Solution: It seems that letting people know about the negative effects of defecation solves the problem. "'We put barely a speck of human waste [from the ground on the outskirts of the village] in a cup of water and ask assembled villagers who would care to drink it - no takers, of course,' Souleymane Atawaten, water and sanitation coordinator with Plan Niger, told IRIN. He and his colleagues demonstrated how flies swarm around human waste and food. 'People quickly realize the danger - the link between their waste and illness.'" One way to stop people from going to the bathroom just anywhere is to simply let them know what it does. They just need the information, and then they understand what defecating anywhere really does. I think that physically showing them is a really good approach to help them see the consequences. People just need to be shown. "But practices that contribute to this can change, Bevan told IRIN. 'Once people get [that they are regularly coming into contact with excrement], it’s transformative. The disgust over essentially eating one another’s faeces is universal. Very quickly the people agree they do not want to be doing so… and they see that they all have a responsibility.'" People in Niger simply did not know that going to the bathroom wherever was not a good thing. After people showed them what it does they did not do it anymore. "Beyond that, social taboos dictate that it is disrespectful to use the same latrine as one’s mother-in-law, say, or in the proximity of family members, according to Plan’s Atawaten.

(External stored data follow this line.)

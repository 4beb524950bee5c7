"""The take-up on the build sheet: its setting with the safe range, and the travel it needs."""

from __future__ import annotations

import math
from collections.abc import Iterator
from dataclasses import replace
from typing import NamedTuple

import numpy as np

from chainsim import closed_forms as cf
from chainsim.analysis.axles import takeup_travel
from chainsim.analysis.sized import Sized, bounce_frequency, starting_pull
from chainsim.analysis.take_up_advice import SAFE_HANG
from chainsim.report.build_case import Case
from chainsim.report.build_line import (
    CLOSED,
    CLOSED_ONLY,
    DRAWN,
    SIMULATED,
    STATED,
    UNKNOWN,
    Line,
    Part,
    ran_or_reckoned,
)
from chainsim.units import format_si

SHARE_OF_STRENGTH = 0.8
"""Share of the allowable tension that running and starting may reach (dimensionless); the rest is
for teeth, knocks and jams; common practice, no source."""

TEN_KELVIN = 10.0
"""Step of temperature that a travel is stated for where no range is given [K]."""

SPARE_TRAVEL = 3e-3
"""Room to leave beyond the travel worked out, on either side [m]: play of the chain, assembly;
common practice, no source."""


class Travel(NamedTuple):
    """Travel of one take-up along its way, from the place on the drawing.

    Attributes
    ----------
    new : float
        With the new chain laid taut [m].
    worn, warm, cold : float
        Change by wear, by the highest and by the lowest temperature [m].
    low, high : float
        Ends in running [m]; NaN where it was not simulated.
    """

    new: float
    worn: float
    warm: float
    cold: float
    low: float
    high: float

    @property
    def ends(self) -> tuple[float, float]:
        """Ends with everything that adds up [m]."""
        changes = (self.worn + self.warm, self.cold, 0.0)
        low = self.new if math.isnan(self.low) else min(self.low, self.new)
        high = self.new if math.isnan(self.high) else max(self.high, self.new)
        return low + min(changes), high + max(changes)


def movable_axles(case: Case) -> list[int]:
    """Return the indices of the axles that move (dimensionless).

    Parameters
    ----------
    case : Case
        The lift.
    """
    wheels = case.sized.path.wheels if case.sized else ()
    return [k for k, wheel in enumerate(wheels) if wheel.movable is not None]


def way_of(case: Case, k: int) -> np.ndarray:
    """Return the direction of positive travel of an axle, up for a hung one.

    Parameters
    ----------
    case : Case
        The lift.
    k : int
        Index of a movable axle (dimensionless).

    Returns
    -------
    ndarray, shape (2,)
        Unit vector (dimensionless).
    """
    return np.array(case.sized.path.wheels[k].movable, dtype=float)


def travel_per_chain(case: Case, k: int) -> float:
    """Return the travel of an axle that takes up one unit of chain length.

    Parameters
    ----------
    case : Case
        The lift.
    k : int
        Index of a movable axle (dimensionless).

    Returns
    -------
    float
        Along its way (dimensionless): −1/2 for an axle hung between two plumb strands; NaN where
        its travel takes up nothing.
    """
    direction = case.sized.path.direction
    gain = -float((direction[k] - direction[k - 1]) @ way_of(case, k))
    return 1.0 / gain if abs(gain) > 1e-6 else math.nan


def wear_allowance(case: Case) -> tuple[float, str]:
    """Return the growth of the pitch that the travel must allow for, and where it is from.

    Parameters
    ----------
    case : Case
        The lift.

    Returns
    -------
    growth : float
        As a fraction (dimensionless).
    reason : str
        In words.
    """
    stated = case.scenario.limits.wear
    if stated is not None:
        return stated, "wear allowance stated in the scenario"
    largest = max((wheel.teeth for wheel in case.lift.wheels), default=0) or 1
    growth = cf.wear_limit(largest, fixed_centers=not movable_axles(case))
    return growth, (
        "no allowance stated: the growth at which makers of steel roller chain have it replaced; "
        "moulded chain needs its maker's word"
    )


def travel_of(case: Case, k: int) -> Travel:
    """Work out the travel of one take-up.

    Parameters
    ----------
    case : Case
        The lift.
    k : int
        Index of a movable axle (dimensionless).

    Returns
    -------
    Travel
        Its parts; an arm's along the arc of its axle.
    """
    shift = case.lift.laid.wheel_center[k] - np.array(case.lift.wheels[k].center)
    gain, chain = travel_per_chain(case, k), case.scenario.chain
    warmth = case.scenario.frame.temperature
    warm = cold = 0.0
    if warmth is not None:
        warm = gain * chain.expansion * case.loop * max(warmth.high - warmth.built, 0.0)
        cold = gain * chain.expansion * case.loop * min(warmth.low - warmth.built, 0.0)
    low, high = _simulated_ends(case, k)
    worn = gain * cf.slack_of_growth(case.lift.n_links, chain.pitch, wear_allowance(case)[0])
    return Travel(float(shift @ way_of(case, k)), worn, warm, cold, low, high)


def _simulated_ends(case: Case, k: int) -> tuple[float, float]:
    """Ends of the travel in the run, an arm's angle turned into an arc [m]; NaN without a run."""
    name = case.lift.wheels[k].name
    for travel in case.simulated(takeup_travel) or ():
        if travel.sprocket == name:
            mount = case.scenario.sprocket[k].mount
            arm = 1.0
            if travel.unit == "rad":
                arm = math.dist(case.lift.wheels[k].center, mount.pivot)
            return arm * travel.low, arm * travel.high
    return math.nan, math.nan


def takeup_part(case: Case) -> Part:
    """Write setting, safe range and travel of every take-up.

    Parameters
    ----------
    case : Case
        The lift.
    """
    lines: list[Line] = []
    for k in movable_axles(case):
        lines += [*_setting_lines(case, k), *_travel_lines(case, k)]
    if not lines:
        lines = list(_fixed_lines(case))
    return Part(
        "takeup",
        "Take-up: setting and travel",
        "The safe range is a closed form of steady running: below it a strand goes slack, above it "
        "links come near their strength. Only the setting itself was simulated, if at all.",
        tuple(lines),
    )


def _fixed_lines(case: Case) -> Iterator[Line]:
    """What fixed axles ask for instead."""
    growth, reason = wear_allowance(case)
    slack = cf.slack_of_growth(case.lift.n_links, case.scenario.chain.pitch, growth)
    yield Line("take-up", "none: every axle stands where it is screwed")
    yield Line(
        "surplus chain when worn", slack, "m", CLOSED, f"growth {100 * growth:.1f} %; {reason}"
    )
    yield Line("room to set one axle further away", 0.5 * slack + SPARE_TRAVEL, "m", CLOSED)


def _setting_lines(case: Case, k: int) -> Iterator[Line]:
    sized, mount, name = case.sized, case.scenario.sprocket[k].mount, case.lift.wheels[k].name
    newtons = _newtons_per_setting(sized, k)
    value, unit, item = _setting_of(mount)
    least = max(0.0, value - sized.running.least * _share(sized, k) / newtons)
    spare = SHARE_OF_STRENGTH * case.scenario.chain.allowable_tension
    spare -= sized.running.most + starting_pull(sized)
    most = value + spare * _share(sized, k) / newtons
    low = SAFE_HANG * least if mount.kind not in ("spring", "counterweight") else least
    yield Line(
        f"{name}: {item}",
        value,
        unit,
        STATED,
        "mass of everything that moves with the axle: sprocket, axle, bearings, hanger, weight"
        if unit == "kg" and mount.kind != "counterweight"
        else "",
        low if low > 0.0 else None,
        most,
    )
    yield Line(
        f"{name}: a strand goes slack below",
        least,
        unit,
        CLOSED,
        "steady running; 0: the chain's own weight keeps it taut"
        if not least
        else "steady running",
    )
    if mount.kind == "spring":
        yield from _spring_lines(case, k)
    yield from _tension_lines(case)
    yield from _bounce_lines(case, k)


def _setting_of(mount) -> tuple[float, str, str]:
    """Value, unit and name of what sets a take-up's pull."""
    if mount.kind == "spring":
        return mount.set_force, "N", "force of the spring at the place on the drawing"
    if mount.kind == "counterweight":
        return mount.weight, "kg", "counterweight"
    return mount.mass, "kg", "hung mass"


def _newtons_per_setting(sized: Sized, k: int) -> float:
    """Pull along the take-up's way for one unit of its setting [N/kg], or 1 for a spring."""
    mount = sized.scenario.sprocket[k].mount
    gravity = sized.scenario.frame.gravity
    if mount.kind == "spring":
        return 1.0
    if mount.kind == "counterweight":
        return gravity
    return gravity * max(abs(_way(sized, k)[1]), 1e-3)


def _way(sized: Sized, k: int) -> np.ndarray:
    return np.array(sized.path.wheels[k].movable, dtype=float)


def _share(sized: Sized, k: int) -> float:
    """Pull along the way for one newton more in both strands (dimensionless)."""
    direction = sized.path.direction
    return abs(float((direction[k] - direction[k - 1]) @ _way(sized, k)))


def _spring_lines(case: Case, k: int) -> Iterator[Line]:
    mount, name = case.scenario.sprocket[k].mount, case.lift.wheels[k].name
    travel = travel_of(case, k)
    yield Line(f"{name}: rate of the spring", mount.rate, "N/m")
    for what, at in (("new", travel.new), ("worn", travel.new + travel.worn)):
        force = mount.set_force - mount.rate * at
        yield Line(f"{name}: force of the spring, chain {what}", force, "N", CLOSED)


def _tension_lines(case: Case) -> Iterator[Line]:
    running, n = case.sized.running, case.scenario.chain.allowable_tension
    peak = case.simulated(lambda s: s.extremes["link_tension"].value)
    yield Line("least tension in steady running", running.least, "N", CLOSED, "of all strand ends")
    yield Line(
        "greatest tension of a link",
        peak if peak is not None else running.most + starting_pull(case.sized),
        "N",
        SIMULATED if peak is not None else CLOSED_ONLY,
        f"links are allowed {format_si(n, 'force')}",
        None,
        n,
    )


def _bounce_lines(case: Case, k: int) -> Iterator[Line]:
    """Bounce of the take-up, and the masses at which it meets the tooth rate."""
    mount, name = case.scenario.sprocket[k].mount, case.lift.wheels[k].name
    tooth_rate = case.speed / case.scenario.chain.pitch
    found = bounce_frequency(case.sized)
    mode = case.simulated(
        lambda s: next(m.frequency for m in s.rec.modes if m.kind == f"take-up {name}")
    )
    line = Line(
        f"{name}: bounces on the chain at", None, "Hz", note=f"teeth pass at {tooth_rate:.3g} Hz"
    )
    yield ran_or_reckoned(line, mode, found)
    if math.isnan(found) or mount.kind in ("spring", "counterweight"):
        return
    guard = case.scenario.limits.guard_band
    ends = [_mass_at(case.sized, k, tooth_rate * share) for share in (1.0 + guard, 1.0 - guard)]
    if None not in ends:
        yield Line(
            f"{name}: masses to keep away from",
            f"{format_si(ends[0], 'mass')} to {format_si(ends[1], 'mass')}",
            source=CLOSED,
            note="there it would bounce with the teeth; estimate with stiff seats",
        )


def _mass_at(sized: Sized, k: int, frequency: float) -> float | None:
    """Return the hung mass at which the take-up bounces at a frequency [kg]; None if none does."""
    key = f"sprocket.{sized.path.wheels[k].name}.mount.mass"
    low, high = 1e-4, 100.0

    def at(mass: float) -> float:
        return bounce_frequency(replace(sized, scenario=sized.scenario.with_values({key: mass})))

    if not at(high) < frequency < at(low):
        return None
    for _ in range(24):
        middle = math.sqrt(low * high)
        low, high = (middle, high) if at(middle) > frequency else (low, middle)
    return float(f"{math.sqrt(low * high):.3g}")


def _travel_lines(case: Case, k: int) -> Iterator[Line]:
    name, travel = case.lift.wheels[k].name, travel_of(case, k)
    growth, reason = wear_allowance(case)
    way = way_of(case, k)
    words = "up" if way[1] > 0.99 else f"along ({way[0]:.2f}, {way[1]:.2f})"
    origin = f"travel is positive {words}, from the place on the drawing"
    yield Line(f"{name}: travel with the new chain taut", travel.new, "m", DRAWN, origin)
    for what, value in (("lowest", travel.low), ("highest", travel.high)):
        line = Line(f"{name}: {what} travel in running", None, "m")
        yield ran_or_reckoned(line, value)
    yield Line(
        f"{name}: change by wear",
        travel.worn,
        "m",
        CLOSED,
        f"{100 * growth:.2g} % growth; {reason}",
    )
    yield from _temperature_lines(case, k, travel)
    low, high = travel.ends
    source = CLOSED if math.isnan(travel.low) else SIMULATED
    note = "everything added; frame taken to keep its length"
    if math.isnan(travel.low):
        note += f"; running {UNKNOWN}"
    yield Line(f"{name}: lowest travel to allow for", low, "m", source, note)
    yield Line(f"{name}: highest travel to allow for", high, "m", source, note)
    yield from _stop_lines(case, k, low, high)


def _temperature_lines(case: Case, k: int, travel: Travel) -> Iterator[Line]:
    name, chain = case.lift.wheels[k].name, case.scenario.chain
    warmth = case.scenario.frame.temperature
    if warmth is None:
        value = travel_per_chain(case, k) * chain.expansion * case.loop * TEN_KELVIN
        note = "no temperatures stated: add this for every 10 K above the day it was built"
        yield Line(f"{name}: change for each 10 K warmer", value, "m", CLOSED, note)
        return
    for what, value, at in (("warm", travel.warm, warmth.high), ("cold", travel.cold, warmth.low)):
        note = f"{at - warmth.built:+.0f} K from the day it was built"
        yield Line(f"{name}: change when {what}", value, "m", CLOSED, note)


def _stop_lines(case: Case, k: int, low: float, high: float) -> Iterator[Line]:
    name, mount = case.lift.wheels[k].name, case.scenario.sprocket[k].mount
    if mount.kind == "arm":
        ends = [f"{math.degrees(stop):.1f}°" for stop in mount.stops or ()]
        yield Line(f"{name}: stops of the arm", " to ".join(ends) or "none stated")
        return
    if mount.stops is None:
        yield Line(
            f"{name}: put a catching stop below, at", low - SPARE_TRAVEL, "m", CLOSED, "none stated"
        )
        yield Line(f"{name}: leave free above, to", high + SPARE_TRAVEL, "m", CLOSED, "none stated")
        return
    for what, stop, spare in (
        ("low", mount.stops[0], low - mount.stops[0]),
        ("high", mount.stops[1], mount.stops[1] - high),
    ):
        words = "left" if spare >= 0.0 else "MISSING"
        note = f"{abs(1e3 * spare):.1f} mm {words} with everything added"
        yield Line(f"{name}: {what} stop", stop, "m", STATED, note)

'This is where we must address the cultural side of things,' he said. 'There are ways around these taboos; some families build more than one latrine, but usually what happens is a pattern will emerge - families will do a sort of ‘planning’ around who uses the latrine when.'" With these solutions, the Nigerien people could still hold to their beliefs, and be clean and safe from the bad effects of going the the bathroom anywhere. By having multiple bathrooms or a type of schedule of when to use one bathroom, people are being more safe and clean, while keeping their traditions. All it took to solve this problem was to let people know how the way they went to the bathroom affected them getting sick. It goes to show that people just need to be given knowledge that they might not have had, and that makes a big difference. I really like the solution this website talked about. It was simple, yet powerful.